• [Problem]:
Going through the material below, please gather all lines with the word "Desynced" in them.

• [Records provided]:
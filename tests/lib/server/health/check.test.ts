import { describe, expect, it } from "vitest";
import { checkHealth, healthOf, PROBE_TIMEOUT_MS } from "@/lib/server/health/check";

// Galera's node states are those of wsrep_local_state_comment (MariaDB Galera documentation):
// Joining, Waiting on SST, Joined, Synced, Donor/Desynced; only Synced serves current data.
describe("healthOf", () => {
  it("is ok on a one-node server without Galera once it answers", () => {
    expect(healthOf({ wsrepOn: false, state: null })).toEqual({ status: "ok", database: "reachable", node: "single" });
  });

  it("is ok on a Synced Galera node", () => {
    expect(healthOf({ wsrepOn: true, state: "Synced" }).status).toBe("ok");
  });

  it.each(["Joining", "Joined", "Donor/Desynced", "Initialized", null])("is unavailable on a node %s", (state) => {
    expect(healthOf({ wsrepOn: true, state })).toEqual({
      status: "unavailable",
      database: "reachable",
      node: "not-synced",
    });
  });

  it("is unavailable when the database did not answer", () => {
    expect(healthOf(null)).toMatchObject({ status: "unavailable", database: "unreachable" });
  });
});

describe("checkHealth", () => {
  it("turns a refused connection into unavailable, not a thrown error", async () => {
    const refused = () => Promise.reject(new Error("connect ECONNREFUSED 127.0.0.1:3306"));
    expect(await checkHealth(refused)).toMatchObject({ status: "unavailable", database: "unreachable" });
  });

  it("gives up on a database that hangs after the probe timeout", async () => {
    const started = Date.now();
    const hangs = () => new Promise<never>(() => {});
    expect(await checkHealth(hangs)).toMatchObject({ database: "unreachable" });
    expect(Date.now() - started).toBeGreaterThanOrEqual(PROBE_TIMEOUT_MS - 50);
    expect(Date.now() - started).toBeLessThan(PROBE_TIMEOUT_MS + 1000);
  });

  it("passes a Synced node's answer through", async () => {
    expect(await checkHealth(async () => ({ wsrepOn: true, state: "Synced" }))).toMatchObject({ node: "synced" });
  });
});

• [Task output]:
// Joining, Waiting on SST, Joined, Synced, Donor/Desynced; only Synced serves current data.
  it.each(["Joining", "Joined", "Donor/Desynced", "Initialized", null])("is unavailable on a node %s", (state) => {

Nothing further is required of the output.